▶ EXERCISE INSTRUCTIONS: How many lines below contain the string "running"? Reply with the figure and no further words.

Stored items

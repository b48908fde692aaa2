"""The store: what is kept, read back, spoilt, set aside and trimmed."""

from __future__ import annotations

import mmap
import os
import subprocess
import sys
import time
from collections.abc import Iterable
from pathlib import Path

import numpy as np
import pytest
from tangentry.pipeline.arrays import digest_array
from tangentry.pipeline.flow import Array, flow_value
from tangentry.pipeline.store import Damaged, Result, Store, StoreError
from tangentry.pipeline.writing import WriteError


@flow_value
class Leaf:
    numbers: Array
    name: str = ""
    share: float = 0.5


@flow_value
class Tree:
    leaves: tuple[Leaf, ...]
    best: Leaf | None
    notes: dict[str, float | str]


def tree() -> Tree:
    leaf = Leaf(np.arange(12, dtype=np.float32).reshape(3, 4), "läf", float("inf"))
    return Tree((leaf, Leaf(np.zeros((0, 3), np.int16))), leaf, {"a": 1.5, "b": "words", "c": 2})


def test_a_value_comes_back_as_it_went_in(tmp_path):
    store = Store(tmp_path)

    back = store.fetch(store.keep(tree()), Tree)

    assert [leaf.numbers.tolist() for leaf in back.leaves] == [leaf.numbers.tolist() for leaf in tree().leaves]
    assert back.leaves[1].numbers.shape == (0, 3) and back.leaves[1].numbers.dtype == np.int16
    assert (back.best.name, back.best.share, back.notes) == ("läf", float("inf"), tree().notes)


def test_a_value_read_back_is_mapped_from_its_file_and_read_only(tmp_path):
    store = Store(tmp_path)

    numbers = store.fetch(store.keep(tree()), Tree).best.numbers

    assert isinstance(numbers.base, mmap.mmap) and not numbers.flags.writeable


@pytest.mark.parametrize(
    "array",
    [np.array(3.0), np.zeros((0, 3), ">i2"), np.array(["äb", "c"]), np.array([True]), np.zeros((2, 0, 3)),
     np.asfortranarray(np.arange(6.0).reshape(2, 3)), np.arange(10)[::2], np.array(["2020-01-01"], "M8[D]")],
    ids=lambda array: f"{array.dtype}{array.shape}",
)  # fmt: skip
def test_any_array_comes_back_and_numpy_reads_its_file_too(tmp_path, array):
    digest = Store(tmp_path)._keep_array(array)

    back = Store(tmp_path).fetch_array(digest)
    by_numpy = np.load(tmp_path / "arrays" / digest[:2] / f"{digest}.npy", allow_pickle=False)

    for one in (back, by_numpy):
        assert one.dtype == array.dtype and one.shape == array.shape and (one == array).all()


def test_an_array_passed_on_is_neither_hashed_nor_written_again(tmp_path):
    store = Store(tmp_path)
    ballast = np.arange(100_000)
    store.keep(Leaf(ballast, "one"))
    hashed, written = store.digest.hashed, store.written

    store.keep(Leaf(ballast, "two"))

    assert (store.digest.hashed, store.written) == (hashed, written)


def test_an_array_read_from_the_store_and_passed_on_is_not_hashed_again(tmp_path):
    digest = Store(tmp_path).keep(Leaf(np.arange(100_000), "one"))
    store = Store(tmp_path)
    leaf = store.fetch(digest, Leaf)

    store.keep(Leaf(leaf.numbers, "two"))

    assert (store.digest.hashed, store.written) == (0, 0)


def test_arrays_of_python_objects_or_of_records_are_refused(tmp_path):
    for array in (np.array([object()]), np.zeros(2, [("x", "f4"), ("y", "f4")])):
        with pytest.raises(TypeError, match="can't flow along an edge"):
            Store(tmp_path).keep(Leaf(array))


@pytest.mark.parametrize("room", ["arrays", "values"])
@pytest.mark.parametrize("harm", ["truncated", "flipped", "gone", "emptied"])
def test_a_damaged_object_is_noticed_and_set_aside(tmp_path, room, harm):
    digest = Store(tmp_path).keep(tree())
    path = max((tmp_path / room).glob("*/*"), key=lambda path: path.stat().st_size)
    content = bytearray(path.read_bytes())
    content[-20] ^= 1
    {
        "truncated": lambda: path.write_bytes(content[:-9]),
        "flipped": lambda: path.write_bytes(content),
        "gone": path.unlink,
        "emptied": lambda: path.write_bytes(b""),
    }[harm]()

    with pytest.raises(Damaged):
        Store(tmp_path).fetch(digest, Tree)
    assert not path.exists()


def test_verify_finds_every_damaged_object_wherever_it_is_damaged(tmp_path):
    store = Store(tmp_path)
    store.keep(tree())
    store.keep_result("ab" * 32, Result({"": None}, {}, files=[("a", "b")]))
    objects = [path for room in ("arrays", "values", "results") for path in (tmp_path / room).glob("*/*")]
    assert store.verify() == [] and len(objects) == 4

    for path in objects:
        content = path.read_bytes()
        for place in range(len(content)):
            spoilt = bytearray(content)
            spoilt[place] ^= 1 << place % 8
            path.write_bytes(spoilt)
            assert store.verify() == [path], (path, place)
            path.write_bytes(content)


def test_trim_removes_old_results_and_what_only_they_needed(tmp_path):
    store = Store(tmp_path)
    for key, words in (("aa" * 32, "old"), ("bb" * 32, "new")):
        store.keep_result(key, Result({"": store.keep(Leaf(np.full(5000, ord(words[0])), words))}, {}))
    aged(tmp_path.glob("*/*/*"), days=10)
    store.touch("bb" * 32)

    store.trim(keep_days=5)

    assert store.results("aa" * 32) == []
    kept = store.results("bb" * 32)[0].outputs[""]
    assert store.fetch(kept, Leaf).name == "new" and store.size()["arrays"][0] == 1


def test_trim_leaves_alone_what_was_used_within_the_hour(tmp_path):
    store = Store(tmp_path)
    store.keep_result("aa" * 32, Result({"": store.keep(tree())}, {}))

    assert store.trim(keep_days=0, max_size=0) == (0, 0)


def aged(paths: Iterable[Path], days: float) -> None:
    """Let files have been used so long ago."""
    for path in paths:
        os.utime(path, (time.time() - days * 86400,) * 2)


def test_trim_leaves_alone_what_a_build_under_way_used_however_long_ago_it_began(tmp_path):
    store = Store(tmp_path)
    store.keep_result("aa" * 32, Result({"": store.keep(tree())}, {}))
    store.keep(Leaf(np.arange(5000), "made by the build, not yet named by a result"))
    before = store.size()

    with subprocess.Popen([sys.executable, "-c", BUILDING, tmp_path], stdin=-1, stdout=-1, text=True) as building:
        assert building.stdout is not None and building.stdout.readline() == "begun\n"
        aged(tmp_path.glob("running/*"), days=4)
        aged(tmp_path.glob("*/*/*"), days=3)
        assert store.trim(keep_days=0, max_size=0) == (0, 0) and store.size() == before
        building.kill()

    assert store.trim(keep_days=0, max_size=0)[0] == sum(count for count, _ in before.values())
    assert not list(tmp_path.glob("running/*"))


BUILDING = """
import sys
from tangentry.pipeline.store import Store
with Store(sys.argv[1]).running.one_more():
    print("begun", flush=True)
    sys.stdin.read()
"""


def test_what_a_build_under_way_keeps_again_counts_as_used_now(tmp_path):
    store = Store(tmp_path)
    digest = store.keep(tree())
    aged(tmp_path.glob("*/*/*"), days=3)

    store.keep(tree())
    store.trim(keep_days=0)

    assert Store(tmp_path).fetch(digest, Tree).best.name == "läf"


def test_trim_frees_until_so_much_is_left_the_oldest_first(tmp_path):
    store = Store(tmp_path)
    for number in range(16):
        value = store.keep(Leaf(np.full(2500, number, np.float32), f"{number}"))
        store.keep_result(f"{number:064x}", Result({"": value}, {}))
    aged(tmp_path.glob("*/*/*"), days=30)
    for path in (tmp_path / "results").glob("*/*"):
        aged([path], days=20 - int(path.stem, 16))

    store.trim(max_size=60_000)

    left = [number for number in range(16) if store.results(f"{number:064x}")]
    assert left == list(range(16 - len(left), 16)) and 0 < sum(size for _, size in store.size().values()) <= 60_000


def test_a_build_hashes_and_writes_an_array_that_its_nodes_pass_on_once(project, monkeypatch):
    hashed: list[int] = []

    def counting(array: Array) -> str:
        hashed.append(array.nbytes)
        return digest_array(array)

    monkeypatch.setattr("tangentry.pipeline.arrays.digest_array", counting)

    project.build(only="a")

    ballast = [path for path in (project.folder / ".tangentry/arrays").glob("*/*") if path.stat().st_size > 20_000]
    assert project.calls == ["join", "judge", "loud", "put", "take"]  # two of them give a value that holds the array
    assert hashed.count(20_000) == 1 and len(ballast) == 1


def test_a_build_makes_again_what_the_store_lost(project):
    project.build()
    for path in (project.folder / ".tangentry/arrays").glob("*/*"):
        path.unlink()
    (project.folder / "made/a.out").unlink()

    record = project.build()

    assert record.sound and project.read("made/a.out") == "HELLO A\nHELLO A\n"


def test_a_build_that_meets_a_damaged_object_sets_it_aside_and_makes_it_again(project):
    project.build()
    outputs = {path: path.read_text() for path in (project.folder / "made").iterdir()}
    store = project.folder / ".tangentry"
    objects = [path for room in ("arrays", "values", "results") for path in sorted((store / room).glob("*/*"))]
    for turn, path in enumerate(objects):
        content = bytearray(path.read_bytes())
        content[len(content) // 2] ^= 4
        path.write_bytes(content)
        for output in outputs:
            output.unlink()
        project.write("props/b.txt", f"other words {turn}\n")  # so that what takes all assets reads all values
        project.write("props/b.txt", "hello b\n" if turn % 2 else "good day b\n")

        assert project.build().sound
        assert {path: path.read_text() for path in outputs if path.name != "all.out" and path.stem != "b"} == {
            path: text for path, text in outputs.items() if path.name != "all.out" and path.stem != "b"
        }
    assert list((store / "aside").iterdir())


def test_a_store_that_cannot_be_written_ends_in_one_message(project, monkeypatch):
    def full(path: Path, *_: object) -> None:
        raise WriteError(path, OSError(28, "No space left on device"))

    monkeypatch.setattr("tangentry.pipeline.store.write_whole", full)

    with pytest.raises(StoreError, match=r"can't be written \(No space left on device\); free some space"):
        project.build()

▶ RESPONSE TO THIS EXERCISE: 3